Write out exactly the lines running from the one that contains "const log = await" through the end of the material.

==== Extracted entries ====

import { finishUpload } from '$lib/server/services/uploads';
import { endpoint } from '$lib/server/web/endpoint';
import * as operations from '$lib/server/web/operations/logs';

export const POST = endpoint(operations.finishUpload, async ({ actor, params }) => {
	const log = await finishUpload(actor, params.upload ?? '');
	const headers = { 'content-type': 'application/json', location: `/api/logs/${log.id}` };
	return new Response(JSON.stringify({ log }), { status: 202, headers });
});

====

[Solution for this exercise]
	const log = await finishUpload(actor, params.upload ?? '');
	const headers = { 'content-type': 'application/json', location: `/api/logs/${log.id}` };
	return new Response(JSON.stringify({ log }), { status: 202, headers });
});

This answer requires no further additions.